I'll try leaving it on Default for a bit as well. Default seems to be working okay as well. Maybe github made some improvements to their gql endpoint and we're not hitting the timeouts anymore (if default is querying the same as before).

Also now seems okay with High. I'll leave it here for the rest of the day an update if I hit any issues.

@Jecoms Thanks so much for testing, I really appreciate it! I suspect that if you selected "reload all data" from Preferences -> Misc while "High" is selected then it will fail, as that sync transfers a much larger amount of data, but incremental syncs after that should very likely be fine on "High". If things continue to look fine I'll put up an "official" update a little later today or tomorrow 👍

👋 I have this sync problem as well. I've been following along and trying every new build. This latest one in safe mode is now working for me!

One change, I believe, helped was removing all custom-watched repositories and adding the minimum I needed to get by at work. I now have 20 repositories in total.

Thanks for the update @wassimk - it's very helpful; clearly GH's GraphQL is very sensitive when querying a large amount of repos in one query - I'll be sure to keep the safe setting as a default then, and maybe even consider a lighter one too.

Here's another update - this one features an even lighter mode if needed, as well as improved handling of weird burps that GH has been having where it returns zero-byte responses.

[edit: removed, new build available below]

... and another one that introduces better logging in case of invalid JSON coming from GH

[edit: removed, new build available below]

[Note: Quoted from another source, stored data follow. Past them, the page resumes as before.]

@check(
    "clamp_phase_capture",
    summary="each clamp on its own phase and the right way round, from a three-phase capture",
    source=SRC_CLAMP_ANGLES,
    kinds=("file",),
    inputs={
        "load": Input("what ran during the capture: load on every phase, load on one phase, "
                      "unknown mix (a choice item or a constant)"),
        "sequence": Input("the site's phase sequence (choice item)", required=False),
        "expect": Input("'import' or 'export' on the loaded phases", required=False),
    },
    params={
        "tolerance_deg": Param(20.0, "°", "our default (classes are 60° apart)"),
        "min_current_fraction": Param(0.1, None, "our default: below it a clamp carries no "
                                      "load"),
    },
)
def clamp_phase_capture(ctx: Context) -> Outcome:
    load = clamp_load(str(ctx.input("load")))
    expect = str(ctx.input("expect")) if ctx.has("expect") else "import"
    site = str(ctx.input("sequence")) if ctx.has("sequence") else None
    tolerance = float(ctx.param("tolerance_deg"))
    fraction = float(ctx.param("min_current_fraction"))
    r = capture_result(ctx, ctx.value, load=load, expect=expect, tolerance_deg=tolerance,
                       min_current_fraction=fraction)
    verdict, reason, _ = judge_clamps(r, site_sequence=site)
    a = r.figures
    return Outcome(verdict, f"{reason}; net {a.p_total_w:+.0f} W ({SIGN})", SRC_CLAMP_ANGLES,
                   Measured(round(a.p_total_w, 1), "W"),
                   Expected(None, value="clamp k on Lk, arrow into the premises"))


def capture_result(ctx: Context, value: Any, *, load: str = "all", expect: str = "import",
                   tolerance_deg: float = 20.0, min_current_fraction: float = 0.1
                   ) -> ThreePhaseCaptureResult:
    """The one analysis of a recorded three-phase capture, memoised per file and settings
    (the check and the record's table and phasor diagram read the same object)."""
    from ..analyses.threephase import analyse_threephase_capture
    from ..captures import CaptureError

    path = ctx.file_path(value)
    name = str(value.get("name", "capture"))

    def run():
        try:
            return analyse_threephase_capture(path, load=load, expect=expect, name=name,
                                              tolerance_deg=tolerance_deg,
                                              min_current_fraction=min_current_fraction)
        except (CaptureError, ValueError) as exc:
            return ValueError(str(exc))

    result = ctx.memo(("threephase-capture", value["sha256"], load, expect, tolerance_deg,
                       min_current_fraction, name), run, shared=True)
    if isinstance(result, Exception):
        raise result
    return result


# -- what the diverter regulates --------------------------------------------------------------

SRC_TARGET = ("common practice: the diverter should regulate the quantity "
              "that is billed (a meter that nets the phases bills the sum; one that counts "
              "each phase bills each phase)")


def _metering(text: str) -> str:
    t = text.lower()
    if "net" in t or "sum" in t:
        return "net"
    if "each phase" in t or "per phase" in t:
        return "per-phase"
    return "unknown"


def _target(text: str) -> str:
    t = text.lower()
    if "sum" in t or "net" in t or "all three" in t:
        return "sum"
    if "each phase" in t:
        return "each"
    return _phase_named(text) or "unknown"


@check(
    "regulation_target",
    summary="the diverter regulates the quantity the meter bills",
    source=SRC_TARGET,
    kinds=("choice",),
    inputs={
        "metering": Input("how the meter counts: net across the phases, each phase on its "
                          "own, not known (choice item)"),
        "elements": Input("which phase feeds each element (choice item)"),
        "measured": Input("which phases have a clamp (choice item)"),
    },
)
def regulation_target(ctx: Context) -> Outcome:
    target = _target(str(ctx.value))
    metering = _metering(str(ctx.input("metering")))
    elements = str(ctx.input("elements"))
    measured_text = str(ctx.input("measured"))
    all_clamped = _phase_named(measured_text) is None
    element_phase = _phase_named(elements)
    shown = Measured(str(ctx.value), None)
    if metering == "unknown":
        return Outcome(REVIEW, "how the meter counts is not known: read the supply contract or "
                       "the meter's documentation, then set the target (the sum for a meter "
                       "that nets the phases, the element's phase for one that counts each)",
                       SRC_TARGET, shown)
    if metering == "net":
        want = Expected(None, value="the sum of the three phases")
        if target == "sum":
            if not all_clamped:
                return Outcome(FAIL, "the target is the sum but only one phase has a clamp: "
                               "fit a clamp on every phase, or the diverter cannot see the sum",
                               SRC_TARGET, shown, want)
            return Outcome(PASS, "the meter nets the phases and the diverter regulates their "
                           "sum", SRC_TARGET, shown, want)
        if target == "each":
            return Outcome(REVIEW, "the meter nets the phases but the diverter holds each "
                           "phase at zero on its own: it works, but surplus on a phase whose "
                           "element is off is still exported; regulate the sum", SRC_TARGET,
                           shown, want)
        return Outcome(FAIL, f"the meter bills the sum of the phases but the diverter regulates "
                       f"{target} alone: export on the other phases is not used (or import "
                       "there is paid for); set it to regulate the sum, with a clamp on every "
                       "phase", SRC_TARGET, shown, want)
    # each phase counted on its own
    if element_phase is None:  # an element on every phase
        want = Expected(None, value="each phase on its own")
        if target == "each":
            return Outcome(PASS, "the meter counts each phase and the diverter regulates each "
                           "phase on its own", SRC_TARGET, shown, want)
        return Outcome(FAIL, f"the meter counts each phase on its own but the diverter "
                       f"regulates {'the sum' if target == 'sum' else target}: import on one "
                       "phase is billed even when another exports; regulate each phase",
                       SRC_TARGET, shown, want)
    want = Expected(None, value=element_phase)
    if target == element_phase:
        return Outcome(PASS, f"the meter counts each phase and the diverter regulates "
                       f"{element_phase}, the phase of its element", SRC_TARGET, shown, want)
    what = "the sum" if target == "sum" else target
    return Outcome(FAIL, f"the meter counts each phase on its own but the diverter regulates "
                   f"{what}, not {element_phase} where its element is: it would import on "
                   f"{element_phase} to offset export elsewhere, and both are billed",
                   SRC_TARGET, shown, want)


# -- regulation log judged on the billed quantity ---------------------------------------------

SRC_REGULATION_BILLED = ("common practice (grid settles in a dead band around zero), judged on "
                         "the quantity the meter bills (common practice); "
                         "spread ≤ 3 × dead band our default")
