"""Checks on protective devices and the safety tests of initial verification."""

from __future__ import annotations

from ..physics import protection as prot
from ..units import Bound
from ..units import format_number as f
from .decision import (
    DECISION_PARAM,
    GUARDED,
    SRC_DECISION,
    decide_lower,
    decide_upper,
    rule_of,
)
from .registry import (
    FAIL,
    PASS,
    REVIEW,
    Context,
    Expected,
    Input,
    Measured,
    Outcome,
    Param,
    check,
    csv_list,
    worst,
)


def _bound_measured(value: Bound, scale: float, unit: str) -> Measured:
    """How a bound reading is shown among a check's figures (scale: SI → unit)."""
    if value.open:
        return Measured("OL", unit, bound="open")
    return Measured(round(value.si * scale, 6), unit, bound="over")

SRC_RCD_TYPE = (
    "IEC 60364-5-53, 531.3.3 type selection (from memory); type A or better for "
    "electronic phase-controlled loads is common practice"
)


@check(
    "rcd_type",
    summary="RCD type suits a phase-controlled load (A or better)",
    source=SRC_RCD_TYPE,
    kinds=("choice",),
    params={"accepted": Param("A,F,B", None, SRC_RCD_TYPE, "comma-separated types")},
)
def rcd_type(ctx: Context) -> Outcome:
    accepted = csv_list(ctx.param("accepted"))
    value = str(ctx.value)
    expected = Expected(None, value=" or ".join(accepted))
    if value in accepted:
        return Outcome(PASS, f"type {value} detects the residual currents of an electronic load",
                       SRC_RCD_TYPE, Measured(value, None), expected)
    return Outcome(
        FAIL,
        f"type {value} may be blinded by pulsating DC residual current from the triac: "
        f"fit type {' or '.join(accepted)}",
        SRC_RCD_TYPE, Measured(value, None), expected,
    )


SRC_RCD_RATED = "IEC 60364-4-41, 411.3.3 additional protection by 30 mA RCD (from memory)"


@check(
    "rcd_rated_residual",
    summary="rated residual operating current IΔn gives additional protection",
    source=SRC_RCD_RATED,
    quantities=("current",),
    params={"max_ma": Param(30.0, "mA", SRC_RCD_RATED)},
)
def rcd_rated_residual(ctx: Context) -> Outcome:
    ma = float(ctx.value) * 1000
    limit = ctx.param("max_ma")
    expected = Expected("mA", max=limit)
    if ma <= limit:
        return Outcome(PASS, f"IΔn {f(ma)} mA", SRC_RCD_RATED, Measured(ma, "mA"), expected)
    return Outcome(
        REVIEW,
        f"IΔn {f(ma)} mA is above {f(limit)} mA: no additional protection; acceptable only "
        "where local rules do not ask for it",
        SRC_RCD_RATED, Measured(ma, "mA"), expected,
    )


SRC_RCD_TIME = "IEC 61008-1 / IEC 61009-1, Table 1 break times (from memory)"


@check(
    "rcd_trip_time",
    summary="RCD break time at a multiple of IΔn (½: must not trip)",
    source=SRC_RCD_TIME,
    bounds=True,
    kinds=("reading", "confirm"),
    quantities=("time",),
    inputs={
        "multiple": Input("test current as a multiple of IΔn: 0.5, 1, 2 or 5"),
        "delay_class": Input("'general' or 'S' (choice item); general if absent", required=False),
    },
    params={
        "max_ms": Param(None, "ms", SRC_RCD_TIME, "empty: from the table by class and multiple"),
        "min_ms": Param(None, "ms", SRC_RCD_TIME, "empty: from the table by class and multiple"),
        "decision_rule": DECISION_PARAM,
    },
)
def rcd_trip_time(ctx: Context) -> Outcome:
    multiple = float(ctx.input("multiple"))
    delay = str(ctx.input("delay_class")) if ctx.has("delay_class") else "general"
    cls = "S" if delay.upper() == "S" else "general"
    if multiple == 0.5:
        # Confirm item: "the RCD did not trip at ½ IΔn" (yes passes).
        expected = Expected(None, value="no trip")
        if ctx.value is True:
            return Outcome(PASS, "did not trip at ½ IΔn", SRC_RCD_TIME,
                           Measured("no trip", None), expected)
        return Outcome(
            FAIL,
            "tripped at ½ IΔn: over-sensitive device or standing leakage on the circuit; "
            "find the leakage or replace the RCD",
            SRC_RCD_TIME, Measured("tripped", None), expected,
        )
    if isinstance(ctx.value, bool):
        raise ValueError("a trip-time check above ½ IΔn needs a time reading")
    lo, hi = prot.rcd_break_time_limits_ms(cls, multiple)
    if ctx.param("max_ms") is not None:
        hi = float(ctx.param("max_ms"))
    if ctx.param("min_ms") is not None:
        lo = float(ctx.param("min_ms"))
    if isinstance(ctx.value, Bound):  # ">300 ms": the tester stopped before a trip
        label = f"{f(multiple)} × IΔn"
        measured = _bound_measured(ctx.value, 1000, "ms")
        expected = Expected("ms", min=lo, max=hi)
        if hi is not None and ctx.value.si * 1000 >= hi:
            return Outcome(FAIL, f"no trip within {measured.text()} at {label}, the limit is "
                           f"{f(hi)} ms: the RCD does not disconnect in time; replace it and "
                           "test again", SRC_RCD_TIME, measured, expected)
        return Outcome(REVIEW, f"the tester shows only {measured.text()} at {label}: test "
                       "again to read the trip time", SRC_RCD_TIME, measured, expected)
    ms = float(ctx.value) * 1000
    u = ctx.uncertainty()
    u_ms = None if u is None else u * 1000
    rule = rule_of(ctx)
    expected = Expected("ms", min=lo, max=hi)
    measured = Measured(round(ms, 3), "ms")
    label = f"{f(multiple)} × IΔn, {'type S' if cls == 'S' else 'general type'}"
    source = SRC_RCD_TIME if u_ms is None or rule != GUARDED else f"{SRC_RCD_TIME}; {SRC_DECISION}"
    slow = decide_upper(ms, u_ms, "ms", accept=hi, rule=rule) if hi is not None else None
    fast = decide_lower(ms, u_ms, "ms", accept=lo, rule=rule) if lo is not None else None
    if slow is not None and slow.verdict == FAIL:
        return Outcome(
            FAIL,
            f"{f(ms)} ms at {label} is slower than {f(hi)} ms: the RCD does not disconnect "
            f"in time; replace it and test again{slow.tail()}",
            source, measured, expected,
        )
    if fast is not None and fast.verdict == FAIL:
        return Outcome(
            FAIL,
            f"{f(ms)} ms at {label} is faster than {f(lo)} ms: not acting as a selective "
            f"device; check its marking{fast.tail()}",
            source, measured, expected,
        )
    for d, bound in ((slow, hi), (fast, lo)):
        if d is not None and d.verdict == REVIEW:
            return Outcome(
                REVIEW,
                f"{f(ms)} ms at {label} is within the tester's uncertainty of {f(bound)} ms: "
                f"repeat the test, or use a more accurate tester{d.tail()}",
                source, measured, expected,
            )
    tail = (slow or fast).tail() if (slow or fast) is not None else ""
    return Outcome(PASS, f"{f(ms)} ms at {label} is within {expected.text()}{tail}",
                   source, measured, expected)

... and a fix that tries to recover from occasional GH timeouts

[edit: removed, new build available now]

... and one that dumps the new network library used in 1.8.x, as I've seen logs that have truncated responses

[edit: removed, new build available now]

This build adds a simpler log viewer in Prefs -> Misc which displays the current activity in Trailer, which can be helpful when reporting syncing issues or even just browsing the API queries and responses of syncs.

Trailer-184-test10.zip

Ok, that last build seems to be working for me now. It looks like the automatic pause & retry of any 403 responses has caused it to eventually succeed. I see around 5 of the 403s back to back, before it succeeds. Thanks for all the work on this!

@amayers That's great news - I wish GitHub had a way to proactively tell the clients if/when they are close to some rate limit instead of having to wait for a 403, it would really help tune all this without all this guesswork. I really appreciate your help with this, and I'll get onto preparing an update with some cleanups so that other people with a similar issue can use the v4API as well.

v.1.8.4 is now up, and contains all the updates from this thread, as well as a stability fix. You can update from any build by selecting "check for updates" from the prefs window, or just wait for Trailer to ping you :) Thank you to everyone who tested or who gave feedback. I'm going to close this issue now, please feel free to open a new one if any issues persist.